File2: JCCT_01113_OpenedIn_2010WordAnd Saved.docx - Opened the above file(File 1) in word 2010 and just added one space at end of the file and saved. This file is giving getXML() value from documentPart.

Requesting your kind help.

Once again sorry for the incorrect file placed last time.

JCCT_01113_tud_ACE.docx
File 1: Not getting values from document i.e getXML() is null
(23.77 KiB) Downloaded 178 times

JCCT_01113_tud_ACE.docx
File 1: Not getting values from document i.e getXML() is null
(23.77 KiB) Downloaded 178 times

Re: MainDocumentPart getXML() is coming as null

PostPosted: Fri Apr 03, 2020 9:52 am
by jason
You should turn logging on:

Code: Select all
09:27:41.637 [main] ERROR o.d.openpackaging.parts.JaxbXmlPart 220 - Problem with part /word/document.xml
org.docx4j.openpackaging.exceptions.Docx4JException: Problem with part /word/document.xml
   at org.docx4j.openpackaging.parts.JaxbXmlPart.getContents(JaxbXmlPart.java:201)
   at org.docx4j.openpackaging.parts.JaxbXmlPart.getJaxbElement(JaxbXmlPart.java:218)
   at org.docx4j.samples.PartsList.printInfo(PartsList.java:125)
   at org.docx4j.samples.PartsList.traverseRelationships(PartsList.java:212)
   at org.docx4j.samples.PartsList.handlePkg(PartsList.java:86)
   at org.docx4j.samples.PartsList.main(PartsList.java:69)
Caused by: javax.xml.bind.JAXBException: Zero length BigInteger
   at org.docx4j.openpackaging.parts.JaxbXmlPartXPathAware.unmarshal(JaxbXmlPartXPathAware.java:646)
   at org.docx4j.openpackaging.parts.JaxbXmlPartXPathAware.unmarshal(JaxbXmlPartXPathAware.java:353)
   at org.docx4j.openpackaging.parts.JaxbXmlPart.getContents(JaxbXmlPart.java:198)
   ... 5 common frames omitted
Caused by: java.lang.NumberFormatException: Zero length BigInteger
   at java.base/java.math.BigInteger.<init>(BigInteger.java:485)
   at java.base/java.math.BigInteger.<init>(BigInteger.java:673)
   at com.sun.xml.bind.DatatypeConverterImpl._parseInteger(DatatypeConverterImpl.java:61)
   at com.sun.xml.bind.v2.model.impl.RuntimeBuiltinLeafInfoImpl$22.parse(RuntimeBuiltinLeafInfoImpl.java:766)


So where is this Zero length BigInteger?

If you compare your broken docx to the working one in the OpenXML Productivity Tool, you'll see:

Syntax: [ Download ] [ Hide ]
Using xml Syntax Highlighting
<w:ins w:id="" w:author="" track_off="">
Parsed in 0.000 seconds, using GeSHi 1.0.8.4


I'm guessing you need to populate that w:id.

Re: MainDocumentPart getXML() is coming as null

PostPosted: Mon Apr 06, 2020 1:21 am
by arulface
Thanks Jason!
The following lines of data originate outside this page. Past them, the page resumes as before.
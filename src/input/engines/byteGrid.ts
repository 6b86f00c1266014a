/**
 * The byte engine: the fast engine (fastGrid.ts) working on the bytes of a file instead of its
 * text, for the common case where the bytes are plain ASCII (after an optional UTF-8 byte-order
 * mark) without NUL, quote characters or lone CR. Then each byte is one character of the text
 * `decodeText` would give, so every answer is the one the fast engine gives on that text; the file
 * is never turned into one JS string, and numbers and ISO date stamps (plain dates and the common
 * date-times: values/dateStamps.ts) are read from the bytes.
 *
 * The read is speculative: the rows are found first, and the bytes are checked as they are read
 * (`readRows` checks the rows it reads) or at the end (`clean` checks the rest). A caller must
 * discard everything read from a grid whose `clean()` is false, and read the text instead.
 *
 * Numbers: when the digits, read as an integer, are below 2^53 and there are at most 22 fraction
 * digits (Clinger's fast path) the mantissa and the power of ten are exact doubles, so one correctly
 * rounded division gives the correctly rounded value, which is what `Number` (and so `parseDecimal`)
 * gives; anything else is handed to `parseDecimal` on the field's text (byteNumbers.ts). The rows
 * are found by plainLines.ts; large tables are read through the row kernel (byteGridKernel.ts). The
 * bytes are all in memory or a window onto a large file (byteWindow.ts): rows are read where `reach`
 * puts them.
 */
import { NO_FORM, PLAIN_DATE_FORM, scanStamp, stampScan } from "../values/dateStamps.js";
import { parseDecimal } from "../values/numbers.js";
import { kernelRange, type RowScan, type RowTargets, windowRange } from "./byteGridKernel.js";
import { IsoDates } from "./byteDates.js";
import { scanDecimal } from "./byteNumbers.js";
import type { Grid } from "./grid.js";
import { asciiText, type PlainLines, UNPLAIN } from "./plainLines.js";
import type { GridBytes } from "./byteWindow.js";

/** A grid whose bytes may turn out not to be plain: see `clean`. */
export interface ByteGridOf extends Grid {
  /** True when the whole file is plain (see `isPlain`); everything read from the grid is void otherwise. */
  clean(): boolean;
}

/**
 * The grid of a file's `plainLines`, split at `delimiter` (one ASCII character): the file's bytes, or
 * a window onto them (byteWindow.ts) through which the rows are read.
 */
export function byteGrid(bytes: GridBytes, lines: PlainLines, delimiter: string): ByteGridOf {
  return new ByteGrid(bytes, delimiter, lines);
}

/** Tables with fewer rows are read without the row kernel (setting it up costs more). */
const KERNEL_MIN_ROWS = 64;

class ByteGrid implements ByteGridOf {
  readonly d: number;
  /** The last row ends at the end of the bytes (no line feed): read it through its text. */
  readonly openEnd: boolean;
  private readonly start: number;
  readonly starts: Int32Array;
  private readonly firstBytes: Uint8Array;
  private readonly size: number;
  /** Rows [checkedFrom, checkedTo) were found plain by readRows. */
  private checkedFrom = 0;
  private checkedTo = 0;
  /** Set when readRows met a byte that is not plain. */
  private unplain = false;
  /** The first bytes as text and the search for those that may begin a blank row (nextMaybeBlank), once asked. */
  private maybeBlank: { readonly text: string; readonly pattern: RegExp } | null = null;
  /** Where the row `reachRow` last reached starts and ends (before any CR LF) in its bytes. */
  private rowStart = 0;
  private rowEnd = 0;

  constructor(
    private readonly bytes: GridBytes,
    readonly delimiter: string,
    lines: PlainLines,
  ) {
    this.d = delimiter.charCodeAt(0);
    this.start = lines.start;
    this.starts = lines.starts;
    this.firstBytes = lines.firstBytes;
    this.size = bytes.size;
    this.openEnd = (this.starts[this.starts.length - 1] as number) > bytes.size;
  }

  /** The bytes holding the row, its start and end (before any CR LF) there in rowStart and rowEnd. */
  private reachRow(row: number): Uint8Array {
    const from = this.starts[row] as number;
    const next = this.starts[row + 1] as number;
    const bytes = this.bytes.reach(from, Math.min(next, this.size));
    const shift = this.bytes.shift;
    const start = from - shift;
    const end = next - 1 - shift;
    this.rowStart = start;
    this.rowEnd = end > start && bytes[end - 1] === 13 ? end - 1 : end;
    return bytes;
  }

  clean(): boolean {
    if (this.unplain) return false;
    const { bytes, starts, size } = this;
    if (this.checkedFrom >= this.checkedTo) return bytes.plain(this.start, size);
    const checkedStart = starts[this.checkedFrom] as number;
    const checkedEnd = Math.min(size, starts[this.checkedTo] as number);
    return bytes.plain(this.start, checkedStart) && bytes.plain(checkedEnd, size);
  }

  get rowCount(): number {
    return this.starts.length - 1;
  }

  line(row: number): number {
    return row + 1;
  }

  isBlank(row: number): boolean {
    const { d } = this;
    const first = this.firstBytes[row] as number;
    // A printable first character lies before the line break, so the row is not blank.
    if (first > 32 && first < 128 && first !== d) return false;
    const bytes = this.reachRow(row);
    const end = this.rowEnd;
    for (let i = this.rowStart; i < end; i++) {
      const code = bytes[i] as number;
      if (code === d || code === 32 || code === 9) continue;
      if (code > 32 && code < 128) return false;
      return this.fields(row).every((field) => field.trim() === "");
    }
    return true;
  }

  /**
   * A row may be blank only when its first byte is not printable ASCII or is the delimiter (isBlank's
   * first test). The first bytes are searched as Latin-1 text by a regular expression, natively: a loop
   * over them ran in V8's interpreter, about 0.3 microseconds a row on 10,000 rows.
   */
  nextMaybeBlank(from: number): number {
    const rows = this.rowCount;
    if (this.maybeBlank === null) {
      const firsts = this.firstBytes;
      const text = Buffer.from(firsts.buffer, firsts.byteOffset, Math.min(rows, firsts.length)).toString("latin1");
      const d = this.d.toString(16).padStart(2, "0");
      this.maybeBlank = { text, pattern: new RegExp(`[^\\x21-\\x7f]|\\x${d}`, "g") };
    }
    const { text, pattern } = this.maybeBlank;
    pattern.lastIndex = from;
    const found = pattern.exec(text);
    return found === null ? rows : found.index;
  }

  fieldCount(row: number): number {
    if (this.isBlank(row)) return 0;
    const { d } = this;
    const bytes = this.reachRow(row);
    // The row's own bytes (so that no search runs past its end), searched by indexOf, natively: a loop
    // over the bytes here ran in V8's interpreter for the rows a layout check reads (a millisecond or
    // more at start-up for 1,000 rows).
    const own = bytes.subarray(this.rowStart, this.rowEnd);
    let count = 1;
    for (let i = own.indexOf(d); i >= 0; i = own.indexOf(d, i + 1)) count++;
    return count;
  }

  /** Where field `index` of the row in `bytes` [start, end) starts there, or -1 beyond the last field. */
  private fieldStart(bytes: Uint8Array, start: number, end: number, index: number): number {
    const { d } = this;
    let i = start;
    for (let f = 0; f < index; f++) {
      while (i < end && bytes[i] !== d) i++;
      if (i >= end) return -1;
      i++;
    }
    return i;
  }

  field(row: number, index: number): string {
    const bytes = this.reachRow(row);
    const end = this.rowEnd;
    const from = this.fieldStart(bytes, this.rowStart, end, index);
    if (from < 0) return "";
    let to = from;
    while (to < end && bytes[to] !== this.d) to++;
    return asciiText(bytes, from, to);
  }

  fields(row: number): string[] {
    const bytes = this.reachRow(row);
    return asciiText(bytes, this.rowStart, this.rowEnd).split(this.delimiter);
  }

  readNumbers(row: number, slots: Int32Array, out: readonly Float64Array[], at: number): number {
    if (this.openEnd && row === this.starts.length - 2) {
      const fields = this.fields(row);
      slots.forEach((slot, f) => {
        if (slot >= 0) (out[slot] as Float64Array)[at] = parseDecimal(fields[f] ?? "") ?? Number.NaN;
      });
      return fields.length;
    }
    const { d } = this;
    const bytes = this.reachRow(row);
    const end = this.rowEnd;
    let i = this.rowStart;
    let f = 0;
    for (;;) {
      const slot = f < slots.length ? (slots[f] as number) : -1;
      if (slot >= 0) {
        i = scanDecimal(bytes, i, end, d, out[slot] as Float64Array, at);
        if (i < 0) i = ~i;
      } else while (i < end && bytes[i] !== d) i++;
      f++;
      if (i >= end) return f;
      i++;
    }
  }

  readRows(
    first: number,
    count: number,
    slots: Int32Array,
    out: readonly Float64Array[],
    counts: Int32Array,
    dateIndex: number,
    dateKeys: Float64Array,
  ): { readonly plainDates: boolean; readonly dateForm: number; readonly withNaN: readonly boolean[] } {
    // Only a field handed to parseDecimal can give NaN.
    const state: RowScan = { plain: true, ...stampScan(), unplain: 0, withNaN: out.map(() => false) };
    const kernel = count >= KERNEL_MIN_ROWS && this.d < 128 ? this.bytes.kernel() : null;
    const chunk = kernel === null ? 0 : kernel.kernel.chunkRows(slots.length, out.length);
    const targets: RowTargets = { slots, out, counts, dateIndex, dateKeys };
    if (kernel === null || chunk === 0) this.scanRange(first, 0, count, targets, state);
    else if (this.bytes.span === Number.POSITIVE_INFINITY)
      kernelRange(this, kernel.kernel, kernel.base, chunk, first, count, targets, state);
    else windowRange(this, this.bytes, chunk, first, count, targets, state);
    if (state.unplain !== 0) this.unplain = true;
    else if (count > 0) {
      this.checkedFrom = first;
      this.checkedTo = first + count;
    }
    return { plainDates: state.plain, dateForm: state.form === NO_FORM ? PLAIN_DATE_FORM : state.form, withNaN: state.withNaN };
  }

  /** Rows first + [from, to) of readRows, in JavaScript, continuing `state`. */
  scanRange(first: number, from: number, to: number, targets: RowTargets, state: RowScan): void {
    const { d, starts } = this;
    const { slots, out, counts, dateIndex, dateKeys } = targets;
    const lastRow = this.openEnd ? starts.length - 2 : -1;
    const { withNaN } = state;
    let { plain } = state;
    // Or of UNPLAIN over every byte of the rows that the loop below does not otherwise check.
    let unplain = state.unplain;
    for (let k = from; k < to; k++) {
      const row = first + k;
      const bytes = this.reachRow(row);
      const start = this.rowStart;
      const end = this.rowEnd;
      if (row === lastRow) {
        counts[k] = this.readNumbers(row, slots, out, k);
        out.forEach((values, slot) => (withNaN[slot] ||= Number.isNaN(values[k] as number)));
        if (plain) {
          const p = dateIndex === 0 ? start : this.fieldStart(bytes, start, end, dateIndex);
          plain = p >= 0 && scanStamp(bytes, p, end, d, dateKeys, k, state) >= 0;
        }
        if (!this.bytes.plain(starts[row] as number, this.size)) unplain = 1;
        continue;
      }
      let i = start;
      let f = 0;
      let dated = false;
      for (;;) {
        const slot = f < slots.length ? (slots[f] as number) : -1;
        if (slot >= 0) {
          const fieldStart = i;
          i = scanDecimal(bytes, i, end, d, out[slot] as Float64Array, k);
          // A field parseDecimal accepted holds only plain bytes (its pattern allows nothing else);
          // only a rejected one (NaN) needs checking.
          if (i < 0) {
            i = ~i;
            if (Number.isNaN((out[slot] as Float64Array)[k] as number)) {
              withNaN[slot] = true;
              for (let j = fieldStart; j < i; j++) unplain |= UNPLAIN[bytes[j] as number] as number;
            }
          }
        } else {
          if (f === dateIndex && plain) {
            // The stamp (see scanStamp), with the month of the previous date and the column's form kept.
            dated = true;
            const after = scanStamp(bytes, i, end, d, dateKeys, k, state);
            if (after < 0) plain = false;
            else i = after;
          }
          for (; i < end; i++) {
            const b = bytes[i] as number;
            if (b === d) break;
            unplain |= UNPLAIN[b] as number;
          }
        }
        f++;
        if (i >= end) break;
        i++;
      }
      counts[k] = f;
      if (!dated) plain = false;
    }
    state.plain = plain;
    state.unplain = unplain;
  }

  plainIsoDates(rows: Int32Array, index: number, keys: Float64Array): boolean {
    const dates = new IsoDates(this.d);
    for (let k = 0; k < rows.length; k++) {
      const bytes = this.reachRow(rows[k] as number);
      const end = this.rowEnd;
      const p = index === 0 ? this.rowStart : this.fieldStart(bytes, this.rowStart, end, index);
      if (p < 0 || !dates.read(bytes, p, end, keys, k)) return false;
    }
    return true;
  }
}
Understood that w:id should be BigInt and w:id shouldn't be empty. However when we open the same document in word 2010, it opens without any issue. It means the document was not corrupted.

I couldn't get why docx4j is not able to process since word 2010 is able to access/open the file, I have few queries and requesting your clarification.
Is there any way we have to find those missing attributes and set values for it and then process that document using docx4j?
or
Is there any other way to process such document and read necessary values only by skipping w:id?

Note: Currently, I open the document in word 2010 and save

Re: MainDocumentPart getXML() is coming as null

PostPosted: Mon Apr 06, 2020 11:57 am
by jason
docx4j is based on the OpenXML xsd schema, so generally speaking, it expects input conformant with that.

An exception is https://github.com/plutext/docx4j/blob/ ... essor.xslt

That's a mechanism for massaging the input before jaxb unmarshalling (actually, it is used to try unmarshalling again after a failure). You can override this with your own xslt if you want: https://github.com/plutext/docx4j/blob/ ... rties#L152

Word on the other hand, is lax in some respects, and very brittle in others. As you've noticed, it handles some discrepancies silently and without user feedback. Other issues it will correct or attempt to correct. Some problems cause it to fail to open a document, without much info to go on.

So in summary, just because "it opens in Word" doesn't mean the document is "good". The same can be said for docx4j. But if it opens in docx4j and in Word, you can be more confident the document is good :-)

Ideally, you should fix problems like the one we've identified in your input documents. If you can't do that, the docx4j.jaxb.JaxbValidationEventHandler mechanism discussed above might help.